Susceptibility and Multidrug Resistance Patterns of Escherichia coli Isolated from Cloacal Swabs of Live Broiler Chickens in Bangladesh.

Antimicrobial resistance is a major health problem, particularly in developing countries like Bangladesh, where there is a paucity of information on resistance patterns and prevalence of antimicrobial determinants. Therefore, the aims of this study were to investigate the prevalence of resistance, including multi-drug resistance (MDR), and the associated genetic determinants in Escherichia coli isolates from cloacal swabs of live broiler chickens in Bangladesh. Altogether, 400 cloacal swabs (200 from Rajshahi and 200 from Dhaka divisions) were randomly collected from individual chickens in 50 broiler farms. E. coli was isolated and identified using conventional bacteriological culture and biochemical methods. The isolates were further confirmed using genus-specific 16S rRNAtargeted polymerase chain reaction (PCR) primers. Antimicrobial susceptibilities and MDR of the isolates against nine different antimicrobial agents (ampicillin, erythromycin, tetracycline, gentamicin, ciprofloxacin, levofloxacin, trimethoprim-sulfamethoxazole, colistin sulphate, and streptomycin) were determined using the Kirby-Bauer disc diffusion method. Resistance determinants of E. coli to ampicillin (blaTEM), streptomycin (aadA1), erythromycin [ere(A)], trimethoprim (dfrA1), and tetracycline [tet(A), tet(B)] were screened using PCR. Our results showed that all swab samples were positive for E. coli. The isolates were uniformly resistant to ampicillin, tetracycline, streptomycin, ciprofloxacin, erythromycin, and trimethoprim-sulphamethoxazole.

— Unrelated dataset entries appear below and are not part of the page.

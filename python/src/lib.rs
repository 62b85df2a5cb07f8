//! The Python face of plumb: `profile(path, **options)` returns the same document as
//! `plumb profile --json`, and `open(path, **options)` gives a `Graph` with per-node numpy
//! arrays. Options are read by the library's own keyword reader (the command line's parser), so
//! their names, defaults and checks are the command line's. Work runs with the GIL released.

use std::path::PathBuf;
use std::sync::{Arc, OnceLock};

use numpy::{IntoPyArray, PyArray1, PyArrayMethods};
use plumb::error::{Error, ErrorClass};
use plumb::profile::settings::{self, LoadSettings, PlanSettings, Word};
use plumb::progress::Quiet;
use plumb::store::graph::NodeIds;
use pyo3::exceptions::{PyException, PyImportError};
use pyo3::prelude::*;
use pyo3::types::{PyBool, PyDict, PyFloat, PyInt, PyList, PyString, PyTuple};

pyo3::create_exception!(
    _plumb,
    PlumbError,
    PyException,
    "Any failure of plumb; carries `message`, `path`, `line`, `byte_offset` and `exit_code` (the \
     command line's exit status for the same failure)."
);
pyo3::create_exception!(
    _plumb,
    InputError,
    PlumbError,
    "The input is malformed or breaks a limit (exit code 3); `line` and `byte_offset` place it."
);
pyo3::create_exception!(
    _plumb,
    ReadError,
    PlumbError,
    "A file could not be opened, read or written (exit code 4)."
);
pyo3::create_exception!(
    _plumb,
    BudgetError,
    PlumbError,
    "The work would exceed the memory budget or the scratch disk (exit code 5)."
);
pyo3::create_exception!(
    _plumb,
    OptionError,
    PlumbError,
    "An option is unknown or its value is refused (exit code 2)."
);

/// A plumb error as the matching Python exception, with the CLI's message and position.
fn to_py(e: Error) -> PyErr {
    let message = e.to_string();
    let (err, code) = match e.class() {
        ErrorClass::BadInput => (InputError::new_err(message.clone()), 3),
        ErrorClass::Io => (ReadError::new_err(message.clone()), 4),
        ErrorClass::Budget => (BudgetError::new_err(message.clone()), 5),
        ErrorClass::Usage => (OptionError::new_err(message.clone()), 2),
    };
    Python::attach(|py| {
        let v = err.value(py);
        let pos = e.position();
        // Setting attributes on a fresh exception instance cannot fail short of memory.
        let _ = v.setattr("message", &message);
        let _ = v.setattr("path", e.path().map(|p| p.to_string_lossy().into_owned()));
        let _ = v.setattr("line", pos.map(|p| p.line));
        let _ = v.setattr("byte_offset", pos.filter(|p| !p.rows).map(|p| p.byte));
        let _ = v.setattr("exit_code", code);
    });
    err
}

fn option_error(problem: String) -> PyErr {
    to_py(Error::Parameters { problem })
}

/// Keyword arguments as the library's words: switches, or text in the command line's spelling.
/// `None` keeps the default; `threads` is taken out for the pool.
/// Keyword arguments as `name=value` words.
type Words = Vec<(String, Word)>;

fn words(kwargs: Option<&Bound<'_, PyDict>>) -> PyResult<(Words, Option<usize>)> {
    let mut out = Vec::new();
    let mut threads = None;
    let Some(kwargs) = kwargs else {
        return Ok((out, threads));
    };
    for (k, v) in kwargs.iter() {
        let key: String = k.extract()?;
        if v.is_none() {
            continue;
        }
        if key == "threads" {
            let t: usize = v
                .extract()
                .map_err(|_| option_error(format!("threads must be a whole number, got {v}")))?;
            if t == 0 {
                return Err(option_error("threads must be at least 1".into()));
            }
            threads = Some(t);
            continue;
        }
        let word = if v.is_instance_of::<PyBool>() {
            Word::Switch(v.extract()?)
        } else if v.is_instance_of::<PyList>() || v.is_instance_of::<PyTuple>() {
            let parts: Vec<String> = v
                .try_iter()?
                .map(|x| x.and_then(|x| text_of(&x)))
                .collect::<PyResult<_>>()?;
            Word::Text(parts.join(","))
        } else {
            Word::Text(text_of(&v)?)
        };
        out.push((key, word));
    }
    Ok((out, threads))
}

fn text_of(v: &Bound<'_, PyAny>) -> PyResult<String> {
    if v.is_instance_of::<PyString>()
        || v.is_instance_of::<PyInt>()
        || v.is_instance_of::<PyFloat>()
    {
        Ok(v.str()?.to_string())
    } else if let Ok(p) = v.extract::<PathBuf>() {
        Ok(p.to_string_lossy().into_owned())
    } else {
        Err(option_error(format!(
            "option values are text, numbers, switches or lists of them; got {}",
            v.get_type().name()?
        )))
    }
}

fn read_settings(
    kwargs: Option<&Bound<'_, PyDict>>,
) -> PyResult<(LoadSettings, PlanSettings, Option<usize>)> {
    let (words, threads) = words(kwargs)?;
    let (load, plan) = settings::from_keywords(&words).map_err(|e| to_py(e.into()))?;
    Ok((load, plan, threads))
}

The isolates exhibited highest susceptibility to colistin sulphate (73.5%), followed by gentamicin (49%), and levofloxacin (17%). All isolates were resistant to three classes of antibiotics, 204 isolates (51%) were resistant to four classes, and 56 isolates (14%) were resistant to five. The highest prevalence of antimicrobial resistance gene was recorded for tetracycline (tet(A):95.25%; tet(B):95.25%) followed by ampicillin (blaTEM:91.25%), streptomycin (aadA1:88.25%), erythromycin (ere(A):84.75%), and trimethoprim (dfrA1:65.5%). In conclusion, surveillance for MDR bacteria in poultry is a critical piece of knowledge, which would be useful for optimizing empiric antimicrobial treatments and exploring alternative antimicrobial agents.